I just wanted to share this because I think some posters and future readers might find this of interest even though I think the question has already been answered very well.
I personally think for a graphing problem, that this circuit is intuitive even for an introductory circuit course. That's because introductory courses cover voltage dividers, and that series capacitance (C) and shunt resistance (R) behaves like a high-pass filter (HPF). In the introductory course I took they covered resonance circuits such as series inductance (L) and capacitance, and also all parallel L and C. Series L and C behaves like a thru short circuit at resonance.
So when I look at this circuit I'm seeing here looks like a HPF, then I see there series L and C that would behave like a short to ground at resonance. The plots I saw above behave very close to my expectation, which can be done by eyeball inspection using this way of thinking.

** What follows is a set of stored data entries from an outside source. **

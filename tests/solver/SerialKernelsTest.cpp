// The compiled vector and sparse-matrix operations installed on CVODE's vectors and
// matrices (integrator/SerialKernels.hpp) against SUNDIALS' own serial and sparse modules,
// called directly: the same results to the last bit for every special case of the
// coefficients and every aliasing of the arguments CVODE uses. Reference: the SUNDIALS
// v6.4 NVECTOR_SERIAL and SUNMATRIX_SPARSE implementations (Hindmarsh et al., "SUNDIALS:
// Suite of nonlinear and differential/algebraic equation solvers", ACM TOMS 31, 363, 2005).
#include <catch2/catch.hpp>

#include <cstring>
#include <memory>
#include <random>
#include <vector>

#include <sundials/sundials_context.h>

#include "solver/integrator/SerialKernels.hpp"

using namespace coldtip;

namespace {

constexpr sunindextype kLength = 37; // odd: the kernels' remainder loops run too

struct Context {
    SUNContext ctx = nullptr;
    Context() { REQUIRE(SUNContext_Create(nullptr, &ctx) == 0); }
    ~Context() { SUNContext_Free(&ctx); }
};

struct VectorDeleter {
    void operator()(N_Vector v) const { N_VDestroy(v); }
};
using Vector = std::unique_ptr<std::remove_pointer_t<N_Vector>, VectorDeleter>;

//! Two vectors with the same random contents: one with SUNDIALS' operations, one with ours.
struct Pair {
    Vector plain, fast;
};

Pair randomPair(SUNContext ctx, unsigned seed)
{
    std::mt19937 rng(seed);
    std::uniform_real_distribution<double> u(-3.0, 3.0);
    Pair p{Vector(N_VNew_Serial(kLength, ctx)), Vector(N_VNew_Serial(kLength, ctx))};
    installSerialKernels(p.fast.get());
    for (sunindextype i = 0; i < kLength; ++i)
        NV_Ith_S(p.plain.get(), i) = NV_Ith_S(p.fast.get(), i) = u(rng) / 7.0;
    return p;
}

bool sameBits(N_Vector a, N_Vector b)
{
    return std::memcmp(NV_DATA_S(a), NV_DATA_S(b), sizeof(sunrealtype) * kLength) == 0;
}

const std::vector<double> kCoefficients{1.0, -1.0, 0.0, 0.3, -0.3, 2.5, 1.0 / 3.0};

} // namespace

TEST_CASE("compiled linear sum matches SUNDIALS' serial N_VLinearSum to the last bit")
{
    Context c;
    for (double a : kCoefficients)
        for (double b : kCoefficients)
            for (int alias = 0; alias < 3; ++alias) { // z separate, z = x, z = y
                Pair x = randomPair(c.ctx, 1), y = randomPair(c.ctx, 2), z = randomPair(c.ctx, 3);
                N_Vector zp = alias == 1 ? x.plain.get() : alias == 2 ? y.plain.get() : z.plain.get();
                N_Vector zf = alias == 1 ? x.fast.get() : alias == 2 ? y.fast.get() : z.fast.get();
                N_VLinearSum_Serial(a, x.plain.get(), b, y.plain.get(), zp);
                N_VLinearSum(a, x.fast.get(), b, y.fast.get(), zf);
                INFO("a = " << a << ", b = " << b << ", alias " << alias);
                CHECK(sameBits(zp, zf));
            }
}

TEST_CASE("compiled scale, constant and fused operations match SUNDIALS' serial module")
{
    Context c;
    for (double a : kCoefficients) {
        Pair x = randomPair(c.ctx, 4), z = randomPair(c.ctx, 5);
        N_VScale_Serial(a, x.plain.get(), z.plain.get());
        N_VScale(a, x.fast.get(), z.fast.get());
        CHECK(sameBits(z.plain.get(), z.fast.get()));
        N_VScale_Serial(a, x.plain.get(), x.plain.get());
        N_VScale(a, x.fast.get(), x.fast.get());
        CHECK(sameBits(x.plain.get(), x.fast.get()));
        N_VConst_Serial(a, z.plain.get());
        N_VConst(a, z.fast.get());
        CHECK(sameBits(z.plain.get(), z.fast.get()));
    }

    // z = sum c_i X_i for 1 to 4 terms, z separate, z = X_0 and z = X_1; coefficients with
    // c0 = +-c1, where the fused serial version would round differently. The reference is
    // what CVODE ran before the kernels: SUNDIALS' generic fallback (N_VScale, then
    // N_VLinearSum per term), which N_VLinearCombination takes on a plain serial vector.
    const std::vector<std::vector<double>> coefficient_sets{
        {1.0, 0.25, -1.0, 3.0}, {-0.7, 0.25, -1.0, 3.0}, {0.3, 0.3, 1.0, -2.0}, {0.3, -0.3, 0.5, 0.5}};
    for (int nvec = 1; nvec <= 4; ++nvec)
        for (int alias = 0; alias < 3; ++alias)
            for (auto coef : coefficient_sets) {
                if (alias == 2 && nvec < 2) continue;
                std::vector<Pair> X;
                for (int i = 0; i < nvec; ++i) X.push_back(randomPair(c.ctx, 10 + i));
                Pair z = randomPair(c.ctx, 20);
                std::vector<N_Vector> Xp, Xf;
                for (auto& p : X) {
                    Xp.push_back(p.plain.get());
                    Xf.push_back(p.fast.get());
                }
                N_Vector zp = alias ? Xp[alias - 1] : z.plain.get();
                N_Vector zf = alias ? Xf[alias - 1] : z.fast.get();
                REQUIRE(N_VLinearCombination(nvec, coef.data(), Xp.data(), zp) == 0);
                REQUIRE(N_VLinearCombination(nvec, coef.data(), Xf.data(), zf) == 0);
                INFO("linear combination of " << nvec << ", alias " << alias << ", c0 " << coef[0]
                                              << ", c1 " << coef[1]);
                CHECK(sameBits(zp, zf));
            }

    // Z_i = a_i x + Y_i: Z separate, Z = Y, and Z_0 = x.
    for (int nvec = 1; nvec <= 3; ++nvec)
        for (int alias = 0; alias < 3; ++alias) {
            Pair x = randomPair(c.ctx, 30);
            std::vector<Pair> Y, Z;
            std::vector<N_Vector> Yp, Yf, Zp, Zf;
            for (int i = 0; i < nvec; ++i) {
                Y.push_back(randomPair(c.ctx, 31 + i));
                Z.push_back(randomPair(c.ctx, 40 + i));
                Yp.push_back(Y.back().plain.get());
                Yf.push_back(Y.back().fast.get());
                Zp.push_back(alias == 1 ? Yp.back() : Z.back().plain.get());
                Zf.push_back(alias == 1 ? Yf.back() : Z.back().fast.get());
            }
            if (alias == 2) {
                Zp[0] = x.plain.get();
                Zf[0] = x.fast.get();
            }
            std::vector<double> a{1.0, -0.4, 2.0};
            REQUIRE(N_VScaleAddMulti(nvec, a.data(), x.plain.get(), Yp.data(), Zp.data()) == 0);
            REQUIRE(N_VScaleAddMulti(nvec, a.data(), x.fast.get(), Yf.data(), Zf.data()) == 0);
            for (int i = 0; i < nvec; ++i) CHECK(sameBits(Zp[i], Zf[i]));
        }

    // z = x = y: linear sums of a vector with itself.
    for (double a : kCoefficients)
        for (double b : kCoefficients) {
            Pair x = randomPair(c.ctx, 60);
            N_VLinearSum_Serial(a, x.plain.get(), b, x.plain.get(), x.plain.get());
            N_VLinearSum(a, x.fast.get(), b, x.fast.get(), x.fast.get());
            CHECK(sameBits(x.plain.get(), x.fast.get()));
        }
}

TEST_CASE("fast WRMS norm agrees with SUNDIALS' serial norm to rounding")
{
    Context c;
    Pair x = randomPair(c.ctx, 50), w = randomPair(c.ctx, 51);
    const double plain = N_VWrmsNorm_Serial(x.plain.get(), w.plain.get());
    CHECK(N_VWrmsNorm(x.fast.get(), w.fast.get()) == Approx(plain).epsilon(1e-14));
}

TEST_CASE("compiled sparse copy, zero and scale-add-identity match SUNDIALS' sparse module")
{
    Context c;
    // A 5x5 tridiagonal CSC pattern; the second matrix lacks the diagonal of column 3, so
    // scale-add-identity must fall back to SUNDIALS' version, which inserts it.
    for (bool full_diagonal : {true, false}) {
        auto build = [&](bool fast) {
            SUNMatrix A = SUNSparseMatrix(5, 5, 14, CSC_MAT, c.ctx);
            if (fast) installSparseKernels(A);
            sunindextype* p = SM_INDEXPTRS_S(A);
            sunindextype* r = SM_INDEXVALS_S(A);
            double* v = SM_DATA_S(A);
            sunindextype nz = 0;
            for (sunindextype j = 0; j < 5; ++j) {
                p[j] = nz;
                for (sunindextype i = std::max<sunindextype>(0, j - 1); i <= std::min<sunindextype>(4, j + 1); ++i) {
                    if (i == j && j == 3 && !full_diagonal) continue;
                    r[nz] = i;
                    v[nz++] = 0.1 * (i + 1) - 0.37 * j;
                }
            }
            p[5] = nz;
            return A;
        };
        SUNMatrix plain = build(false), fast = build(true);
        REQUIRE(SUNMatScaleAddI_Sparse(-0.3, plain) == 0);
        REQUIRE(SUNMatScaleAddI(-0.3, fast) == 0);
        const sunindextype nz = SM_INDEXPTRS_S(plain)[5];
        REQUIRE(SM_INDEXPTRS_S(fast)[5] == nz);
        CHECK(std::memcmp(SM_DATA_S(plain), SM_DATA_S(fast), sizeof(double) * nz) == 0);
        CHECK(std::memcmp(SM_INDEXVALS_S(plain), SM_INDEXVALS_S(fast), sizeof(sunindextype) * nz) == 0);

        SUNMatrix clone = SUNMatClone(fast); // carries the compiled operations
        REQUIRE(clone->ops->copy == fast->ops->copy);
        REQUIRE(clone->ops->zero == fast->ops->zero);
        REQUIRE(clone->ops->scaleaddi == fast->ops->scaleaddi);
        REQUIRE(clone->ops->clone == fast->ops->clone);
        REQUIRE(SUNMatCopy(fast, clone) == 0);
        CHECK(std::memcmp(SM_INDEXPTRS_S(clone), SM_INDEXPTRS_S(plain), sizeof(sunindextype) * 6) == 0);
        CHECK(std::memcmp(SM_DATA_S(clone), SM_DATA_S(plain), sizeof(double) * nz) == 0);
        REQUIRE(SUNMatZero(clone) == 0);
        for (sunindextype k = 0; k < SM_NNZ_S(clone); ++k) CHECK(SM_DATA_S(clone)[k] == 0.0);
        CHECK(SM_INDEXPTRS_S(clone)[5] == 0);
        SUNMatDestroy(clone);

        // Into a matrix with too little room: SUNDIALS' copy, which grows it.
        SUNMatrix small = SUNSparseMatrix(5, 5, 4, CSC_MAT, c.ctx);
        installSparseKernels(small);
        REQUIRE(SUNMatCopy(fast, small) == 0);
        REQUIRE(SM_NNZ_S(small) >= nz);
        CHECK(std::memcmp(SM_DATA_S(small), SM_DATA_S(plain), sizeof(double) * nz) == 0);
        CHECK(std::memcmp(SM_INDEXVALS_S(small), SM_INDEXVALS_S(plain), sizeof(sunindextype) * nz) == 0);
        SUNMatDestroy(small);
        SUNMatDestroy(plain);
        SUNMatDestroy(fast);
    }
}
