// The Jacobian CVODE uses (exact local partials from dual numbers, scattered on the fixed
// sparsity pattern) against a central-difference Jacobian of the whole network.
#include <catch2/catch.hpp>

#include <cmath>
#include <map>

#include "solver/components/Machine.hpp"
#include "solver/cycle/CycleRunner.hpp"
#include "solver/input/CaseReader.hpp"

using namespace coldtip;

namespace {

enum class Kind { Mass, Energy, Flow, Solid };

Kind kindOf(const Network& net, int k)
{
    const std::string name = net.stateName(k);
    if (name.ends_with(".m")) return Kind::Mass;
    if (name.ends_with(".E")) return Kind::Energy;
    if (name.ends_with(".mdot")) return Kind::Flow;
    return Kind::Solid;
}

//! A mid-cycle state of the demo machine, with flow in every face.
std::vector<double> demoState(Machine& machine, double& t)
{
    CycleRunner runner(machine, CycleRunner::optionsFor(machine));
    runner.runCycle();
    t = runner.session().advance(1.3 * machine.period(), 2.0 * machine.period());
    const auto y = runner.session().state();
    return {y.begin(), y.end()};
}

} // namespace

TEST_CASE("network Jacobian matches central differences on the demo state", "[jacobian]")
{
    const CaseDescription d = input::readCaseFile(COLDTIP_CASES "/ge-spectrometer-85K.yaml");
    Machine machine(d);
    const Network& net = machine.network();
    double t = 0.0;
    const std::vector<double> y = demoState(machine, t);
    const int n = net.size();
    const SparsityPattern& p = net.pattern();
    std::vector<double> values(p.nnz());
    net.jacobian(t, y, values);

    // Central differences with one Richardson step, (4 D(h/2) - D(h)) / 3: the truncation
    // error falls from O(h^2) to O(h^4), which the steep (but smooth) extremum switch of the
    // face reconstruction needs for a 1e-6 comparison.
    std::vector<double> yp = y, ym = y, fp(n), fm(n), d1(n), d2(n);
    auto central = [&](int k, double h, std::vector<double>& d) {
        yp[k] = y[k] + h;
        ym[k] = y[k] - h;
        net.evaluate(t, yp, fp, nullptr);
        net.evaluate(t, ym, fm, nullptr);
        yp[k] = ym[k] = y[k];
        for (int i = 0; i < n; ++i) d[i] = (fp[i] - fm[i]) / (2.0 * h);
    };
    // Block maxima: |J_fd| and |J_fd - J| per (row kind, column kind).
    std::map<std::pair<Kind, Kind>, std::pair<double, double>> blocks;
    long outside_nonzero = 0;
    for (int k = 0; k < n; ++k) {
        const double h = 1e-6 * std::max(std::abs(y[k]), 1e-3 * machine.massFlowScale());
        central(k, h, d1);
        central(k, 0.5 * h, d2);
        long slot = p.column_starts[k];
        for (int i = 0; i < n; ++i) {
            const double fd = (4.0 * d2[i] - d1[i]) / 3.0;
            double analytic = 0.0;
            bool in_pattern = false;
            while (slot < p.column_starts[k + 1] && p.row_indices[slot] < i) ++slot;
            if (slot < p.column_starts[k + 1] && p.row_indices[slot] == i) {
                analytic = values[slot];
                in_pattern = true;
            }
            if (!in_pattern) {
                // Nothing couples: the difference quotient is exactly zero.
                if (fd != 0.0) ++outside_nonzero;
                continue;
            }
            auto& b = blocks[{kindOf(net, i), kindOf(net, k)}];
            b.first = std::max(b.first, std::abs(fd));
            b.second = std::max(b.second, std::abs(fd - analytic));
        }
    }
    CHECK(outside_nonzero == 0);
    for (const auto& [key, b] : blocks) {
        if (b.first == 0.0) continue;
        INFO("block (" << int(key.first) << ", " << int(key.second) << "): max |J| " << b.first
                       << ", max error " << b.second);
        CHECK(b.second / b.first < 1e-6);
    }
}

Something that was not covered in my introductory course... I learned it at my first full-time position and someone recommended a book that covered it really well (Fundamentals of Power Electronics by Erickson)... it's call the Middlebrook Extra Element Theorem. I think this is a very good use case for that one. Again: I look at it and say I know how some of the circuit behaves without some elements. I can remove that L and C that is in series to ground and say "I know how this HPF behaves, but what does this extra element(s) do?" Check it out. I recommend trying it out with a well-known resistive voltage divider to see if you can apply it, and then repeat the procedures on this circuit here.
https://en.wikipedia.org/wiki/Extra_element_theorem
Below I just did it with the resistive voltage divider because we know 2R parallel to 2R behaves like R, and we know how a voltage divider behaves when the resistors are the same. It's obviously not required for this problem, but I do think it's interesting and I come across a lot of cases where I understand really well how a circuit behaves if it didn't have some darn extra element :) now the problem is no more, and it's just fun to explore a bunch of different circuits or trying to break some of them. I use it for work, and even in classes where I'll stumble upon in an exam the professor is trying to be tricky and turned a known good circuit into something that's a little off.
Something to be cautious of is that I did not always understand at the beginning was the nulling. You should follow the procedures of placing a test source there and getting the voltage and current that nulls Vout (drives it to zero). In this particular case: It can be done by inspection because Znull happens to be a short anyways, but directly shorting to ground or making Vout zero is not the right approach, and it just so happens that you can "get away with it" (or get lucky) in this simple case but if you tried it where the extra element was parallel to the series R, then you might not be so lucky.